Fifteen states have either enacted or initiated legislation clearing the way for sports wagering if the Supreme Court allows it. Twenty have filed briefs in support of New Jersey.

In his brief filed with the court, Florida State University visiting scholar John Holden supported New Jersey’s contention. A law professor in Canada, Holden came to the states to study the Christie case more closely, fascinated by a law that not only barred all but one state from offering traditional sports wagering, but conferred a large measure of enforcement power upon the leagues.

“If New Jersey wins in some sort of meaningful way beyond a narrow interpretation that limits the result to New Jersey, I would expect the sports leagues to head to Congress lobbying for a federal framework,” Holden said. “The challenge there is that if New Jersey has been successful, how many other states are interested in having to negotiate a federal framework as opposed to a state-by-state based framework?”

In a case about gambling, it’s difficult to resist the temptation to handicap outcomes heading into the hearing.

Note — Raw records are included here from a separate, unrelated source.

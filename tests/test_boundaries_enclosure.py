"""enclosure.ingress where its own tests left a mutant alive (benchmarks/mutation_score.py on
rules/enclosure/ingress.py): a housing input left out, and the IEC 60529 jets-versus-immersion
wording for a minimum of IPX6."""

from __future__ import annotations

from dataclasses import replace
from typing import Any

from firstride_rules.enclosure.ingress import RULE

from reviewer.engineering.ingress import parse_ip_code
from reviewer.findings import Severity
from reviewer.session import default_profile
from reviewer.testing import run_rule_on

LITHIUM = {"chemistry": "li-ion", "cells_series": 10, "cells_parallel": 2}


def scooter(**enclosure: Any) -> dict[str, Any]:
    return {
        "vehicle": {"name": "boundary scooter", "kind": "scooter"},
        "battery": LITHIUM,
        "enclosure": {"electronics_ip": "IP66", "battery_ip": "IP66", **enclosure},
        "usage": {"conditions": "wet"},
    }


def by_subject(data: dict[str, Any], profile=None) -> dict[str, Any]:
    return {f.subject: f for f in run_rule_on(RULE, data, profile)}


def test_a_soft_pack_with_its_place_unstated_is_unassessed_and_named():
    # common practice: a soft lithium pack under a deck is a stop, elsewhere an advice; with
    # the place not given (and the vehicle not a skateboard) neither can be chosen
    housing = by_subject(scooter(battery_hard_case=False))["battery housing"]
    assert housing.severity is Severity.UNASSESSED
    assert housing.missing == ("enclosure.battery_under_deck",)


def wet_minimum(code: str):
    profile = default_profile()
    key = "enclosure.minimum_ip.wet"
    old = profile.limit(key)
    return replace(profile, limits={**profile.limits, key: replace(old, value=parse_ip_code(code))})


def test_an_immersion_rating_against_a_minimum_of_ipx6_says_it_does_not_cover_jets():
    # IEC 60529 clause 6: a second digit of 7 (immersion) does not imply 6 (powerful jets);
    # a part meeting both is marked with both (IPX6/IPX7)
    found = by_subject(scooter(battery_ip="IP67", battery_hard_case=True), wet_minimum("IP56"))
    battery = found["battery enclosure"]
    assert battery.severity is Severity.FIX
    assert "(an immersion rating does not cover water jets)" in battery.rationale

But most of the lawyers and scholars who have followed the case closely are hesitant to do so.

“Counting votes right now would be complete guesswork,” said Miller, the Drake law professor who is co-author of the sports gaming text. “You run into the central issue of many gambling disputes. You have states’ right issues and then you have social values issues. And when they conflict, rarely does the law that comes from that seem too consistent or comprehensive.

“More than any case I can recall in a long time, the oral arguments here will illuminate the positions of the justices and the issues they intend to address.”

States’ rights cases can create strange bedfellows. In New Jersey, Democratic legislators have led the push for sports betting, dating back to the introduction of PASPA. Now, they’ve embraced a 10th Amendment argument typically made by conservatives.

“I have no idea which direction the court is going,” said Cabot, the Nevada attorney and leading expert on gaming law and regulation. “If they decide there are constitutional problems with PASPA, my hope is that they give Congress some time to fix it. I think anything short of a legislative solution is going to have long-term negative ramifications.

“So many states already jumped into the fray by passing legislation that’s similar to what New Jersey did. If you think about it from public policy perspective, that’s really a crazy solution.”